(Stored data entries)
────────
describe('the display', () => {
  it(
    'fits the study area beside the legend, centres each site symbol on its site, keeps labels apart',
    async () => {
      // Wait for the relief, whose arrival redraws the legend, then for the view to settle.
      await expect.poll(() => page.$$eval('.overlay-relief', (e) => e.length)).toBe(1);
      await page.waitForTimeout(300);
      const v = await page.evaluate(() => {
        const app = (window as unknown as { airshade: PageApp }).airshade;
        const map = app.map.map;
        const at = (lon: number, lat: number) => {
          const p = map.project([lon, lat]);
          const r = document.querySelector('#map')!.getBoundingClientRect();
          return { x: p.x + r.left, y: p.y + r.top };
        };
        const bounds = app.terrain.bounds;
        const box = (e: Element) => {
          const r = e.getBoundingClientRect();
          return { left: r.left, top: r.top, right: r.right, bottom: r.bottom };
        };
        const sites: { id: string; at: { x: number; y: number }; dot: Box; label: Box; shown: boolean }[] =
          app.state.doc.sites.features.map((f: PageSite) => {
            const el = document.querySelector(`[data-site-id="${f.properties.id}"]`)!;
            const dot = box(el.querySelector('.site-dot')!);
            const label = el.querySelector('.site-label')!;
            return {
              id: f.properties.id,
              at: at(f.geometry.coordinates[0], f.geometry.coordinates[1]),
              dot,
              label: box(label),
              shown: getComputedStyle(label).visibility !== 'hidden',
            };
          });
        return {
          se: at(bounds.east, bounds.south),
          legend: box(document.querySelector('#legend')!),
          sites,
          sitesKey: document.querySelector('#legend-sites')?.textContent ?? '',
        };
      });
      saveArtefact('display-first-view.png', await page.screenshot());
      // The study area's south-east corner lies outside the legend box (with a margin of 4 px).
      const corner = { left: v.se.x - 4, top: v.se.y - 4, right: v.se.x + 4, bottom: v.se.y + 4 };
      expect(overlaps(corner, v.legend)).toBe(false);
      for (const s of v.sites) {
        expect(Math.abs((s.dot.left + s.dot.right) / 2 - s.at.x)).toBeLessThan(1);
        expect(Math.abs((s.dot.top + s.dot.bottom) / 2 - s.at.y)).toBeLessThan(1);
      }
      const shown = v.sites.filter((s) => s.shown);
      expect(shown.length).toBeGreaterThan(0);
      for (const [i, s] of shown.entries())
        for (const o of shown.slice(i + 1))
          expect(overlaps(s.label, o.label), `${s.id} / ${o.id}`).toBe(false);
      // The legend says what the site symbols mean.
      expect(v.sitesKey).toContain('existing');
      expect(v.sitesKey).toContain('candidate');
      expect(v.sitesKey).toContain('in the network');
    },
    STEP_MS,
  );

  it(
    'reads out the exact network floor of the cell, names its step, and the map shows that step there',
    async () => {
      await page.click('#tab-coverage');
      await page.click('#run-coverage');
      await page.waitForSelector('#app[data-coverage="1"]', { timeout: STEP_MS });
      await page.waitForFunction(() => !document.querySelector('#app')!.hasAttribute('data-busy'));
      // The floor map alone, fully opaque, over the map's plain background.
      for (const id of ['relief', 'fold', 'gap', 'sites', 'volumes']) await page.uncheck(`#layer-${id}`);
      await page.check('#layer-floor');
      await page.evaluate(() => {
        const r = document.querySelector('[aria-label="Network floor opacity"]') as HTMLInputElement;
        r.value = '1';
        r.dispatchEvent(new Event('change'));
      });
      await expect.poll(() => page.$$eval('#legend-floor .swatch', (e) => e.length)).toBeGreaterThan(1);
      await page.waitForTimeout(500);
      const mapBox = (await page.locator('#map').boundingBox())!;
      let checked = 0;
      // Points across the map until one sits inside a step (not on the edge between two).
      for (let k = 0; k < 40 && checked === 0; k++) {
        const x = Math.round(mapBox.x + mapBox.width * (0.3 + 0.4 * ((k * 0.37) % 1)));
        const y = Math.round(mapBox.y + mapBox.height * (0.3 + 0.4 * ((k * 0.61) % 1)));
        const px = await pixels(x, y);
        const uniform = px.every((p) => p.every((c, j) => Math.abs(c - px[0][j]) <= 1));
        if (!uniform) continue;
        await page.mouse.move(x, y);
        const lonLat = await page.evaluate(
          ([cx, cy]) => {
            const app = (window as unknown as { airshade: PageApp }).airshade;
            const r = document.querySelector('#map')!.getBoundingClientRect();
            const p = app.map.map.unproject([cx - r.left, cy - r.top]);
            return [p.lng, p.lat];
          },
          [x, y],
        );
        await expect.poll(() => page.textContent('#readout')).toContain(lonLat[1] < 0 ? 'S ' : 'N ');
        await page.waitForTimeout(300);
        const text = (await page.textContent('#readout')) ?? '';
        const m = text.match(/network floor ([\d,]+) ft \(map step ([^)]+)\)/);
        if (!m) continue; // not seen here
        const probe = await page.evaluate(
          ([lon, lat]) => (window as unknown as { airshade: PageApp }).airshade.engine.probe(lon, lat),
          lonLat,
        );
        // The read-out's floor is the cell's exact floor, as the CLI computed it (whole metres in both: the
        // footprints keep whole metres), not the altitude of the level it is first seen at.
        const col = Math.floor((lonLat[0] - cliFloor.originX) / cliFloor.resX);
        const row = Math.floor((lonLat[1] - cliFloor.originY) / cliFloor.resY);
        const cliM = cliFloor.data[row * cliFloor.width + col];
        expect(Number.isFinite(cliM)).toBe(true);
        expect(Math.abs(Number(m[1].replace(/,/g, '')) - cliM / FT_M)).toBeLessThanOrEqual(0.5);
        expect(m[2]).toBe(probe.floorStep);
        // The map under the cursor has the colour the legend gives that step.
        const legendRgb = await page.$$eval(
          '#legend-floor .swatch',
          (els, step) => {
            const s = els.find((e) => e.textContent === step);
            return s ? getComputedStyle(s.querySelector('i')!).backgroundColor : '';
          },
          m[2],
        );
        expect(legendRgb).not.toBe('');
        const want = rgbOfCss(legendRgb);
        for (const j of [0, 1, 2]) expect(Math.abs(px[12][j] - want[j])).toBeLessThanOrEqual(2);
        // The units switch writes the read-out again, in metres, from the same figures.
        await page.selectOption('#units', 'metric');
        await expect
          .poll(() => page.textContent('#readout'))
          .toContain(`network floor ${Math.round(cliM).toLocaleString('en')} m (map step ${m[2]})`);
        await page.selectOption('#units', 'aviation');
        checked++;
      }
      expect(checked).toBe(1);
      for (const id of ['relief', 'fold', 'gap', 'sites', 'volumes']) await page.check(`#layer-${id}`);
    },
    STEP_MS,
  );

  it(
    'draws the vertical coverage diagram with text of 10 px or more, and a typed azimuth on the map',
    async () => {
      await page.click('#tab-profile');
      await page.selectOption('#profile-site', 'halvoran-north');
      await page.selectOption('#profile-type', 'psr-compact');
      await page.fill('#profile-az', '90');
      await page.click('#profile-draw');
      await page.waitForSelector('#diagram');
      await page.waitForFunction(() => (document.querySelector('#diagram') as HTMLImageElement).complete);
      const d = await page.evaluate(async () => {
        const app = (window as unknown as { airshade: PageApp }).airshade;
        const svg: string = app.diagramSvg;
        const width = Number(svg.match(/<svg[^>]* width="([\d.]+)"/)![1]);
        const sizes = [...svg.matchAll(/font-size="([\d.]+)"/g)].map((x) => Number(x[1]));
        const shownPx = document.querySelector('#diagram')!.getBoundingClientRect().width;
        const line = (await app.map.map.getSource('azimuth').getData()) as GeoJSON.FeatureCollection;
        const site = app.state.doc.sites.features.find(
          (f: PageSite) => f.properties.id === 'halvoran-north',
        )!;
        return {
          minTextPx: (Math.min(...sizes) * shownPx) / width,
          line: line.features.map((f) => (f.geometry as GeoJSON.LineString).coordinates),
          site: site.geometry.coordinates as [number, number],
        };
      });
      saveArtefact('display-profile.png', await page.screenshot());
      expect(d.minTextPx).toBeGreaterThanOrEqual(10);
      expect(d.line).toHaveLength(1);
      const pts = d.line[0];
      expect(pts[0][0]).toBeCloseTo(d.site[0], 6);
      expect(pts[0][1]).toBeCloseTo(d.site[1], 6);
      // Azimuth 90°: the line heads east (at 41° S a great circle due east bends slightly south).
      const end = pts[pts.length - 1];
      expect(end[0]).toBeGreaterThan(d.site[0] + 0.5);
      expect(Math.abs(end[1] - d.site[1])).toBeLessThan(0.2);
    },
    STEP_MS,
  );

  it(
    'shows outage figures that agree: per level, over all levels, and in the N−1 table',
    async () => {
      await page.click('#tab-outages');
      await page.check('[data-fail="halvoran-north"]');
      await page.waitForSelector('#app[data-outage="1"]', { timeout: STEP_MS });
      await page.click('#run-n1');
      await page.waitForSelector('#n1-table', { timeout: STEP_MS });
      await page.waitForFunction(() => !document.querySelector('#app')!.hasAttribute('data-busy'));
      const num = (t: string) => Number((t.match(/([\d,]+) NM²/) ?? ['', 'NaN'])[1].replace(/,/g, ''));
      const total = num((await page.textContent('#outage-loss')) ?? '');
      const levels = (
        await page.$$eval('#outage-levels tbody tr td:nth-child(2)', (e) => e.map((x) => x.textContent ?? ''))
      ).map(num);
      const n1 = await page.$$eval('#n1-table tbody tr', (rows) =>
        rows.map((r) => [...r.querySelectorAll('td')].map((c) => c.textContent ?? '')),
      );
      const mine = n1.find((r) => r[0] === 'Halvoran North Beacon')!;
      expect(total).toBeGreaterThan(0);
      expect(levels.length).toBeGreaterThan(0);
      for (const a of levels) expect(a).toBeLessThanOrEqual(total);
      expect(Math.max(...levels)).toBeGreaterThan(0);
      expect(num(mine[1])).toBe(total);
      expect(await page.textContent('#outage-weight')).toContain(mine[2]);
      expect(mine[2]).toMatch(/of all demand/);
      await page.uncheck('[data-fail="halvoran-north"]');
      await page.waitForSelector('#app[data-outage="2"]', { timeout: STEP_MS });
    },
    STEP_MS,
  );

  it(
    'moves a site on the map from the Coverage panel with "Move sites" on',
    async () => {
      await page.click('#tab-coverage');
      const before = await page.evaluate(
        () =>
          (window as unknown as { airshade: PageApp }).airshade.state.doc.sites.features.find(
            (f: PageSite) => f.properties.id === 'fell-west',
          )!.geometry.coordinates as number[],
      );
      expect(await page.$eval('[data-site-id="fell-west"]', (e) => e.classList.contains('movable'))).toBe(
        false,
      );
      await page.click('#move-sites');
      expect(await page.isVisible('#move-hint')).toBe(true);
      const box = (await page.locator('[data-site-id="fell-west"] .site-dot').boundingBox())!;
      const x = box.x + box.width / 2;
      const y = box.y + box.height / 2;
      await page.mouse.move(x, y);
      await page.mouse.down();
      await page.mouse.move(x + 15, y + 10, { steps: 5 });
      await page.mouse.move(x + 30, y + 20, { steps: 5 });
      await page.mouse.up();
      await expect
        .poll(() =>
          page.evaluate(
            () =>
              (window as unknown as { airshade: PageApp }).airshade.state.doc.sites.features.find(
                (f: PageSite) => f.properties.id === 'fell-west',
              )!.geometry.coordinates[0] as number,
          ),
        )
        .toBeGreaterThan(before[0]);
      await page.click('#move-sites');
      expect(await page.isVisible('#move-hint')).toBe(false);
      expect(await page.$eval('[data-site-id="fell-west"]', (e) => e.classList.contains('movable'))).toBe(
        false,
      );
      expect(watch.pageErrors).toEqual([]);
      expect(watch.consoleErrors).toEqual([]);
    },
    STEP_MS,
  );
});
────────
### TASK ITEM
In the entries above, restate word for word the lines between the one holding "edge between two)." and the one holding "const px = await pixels(x, y);", inclusive, and nothing besides.

### FINISHED EXERCISE
      // Points across the map until one sits inside a step (not on the edge between two).
      for (let k = 0; k < 40 && checked === 0; k++) {
        const x = Math.round(mapBox.x + mapBox.width * (0.3 + 0.4 * ((k * 0.37) % 1)));
        const y = Math.round(mapBox.y + mapBox.height * (0.3 + 0.4 * ((k * 0.61) % 1)));
        const px = await pixels(x, y);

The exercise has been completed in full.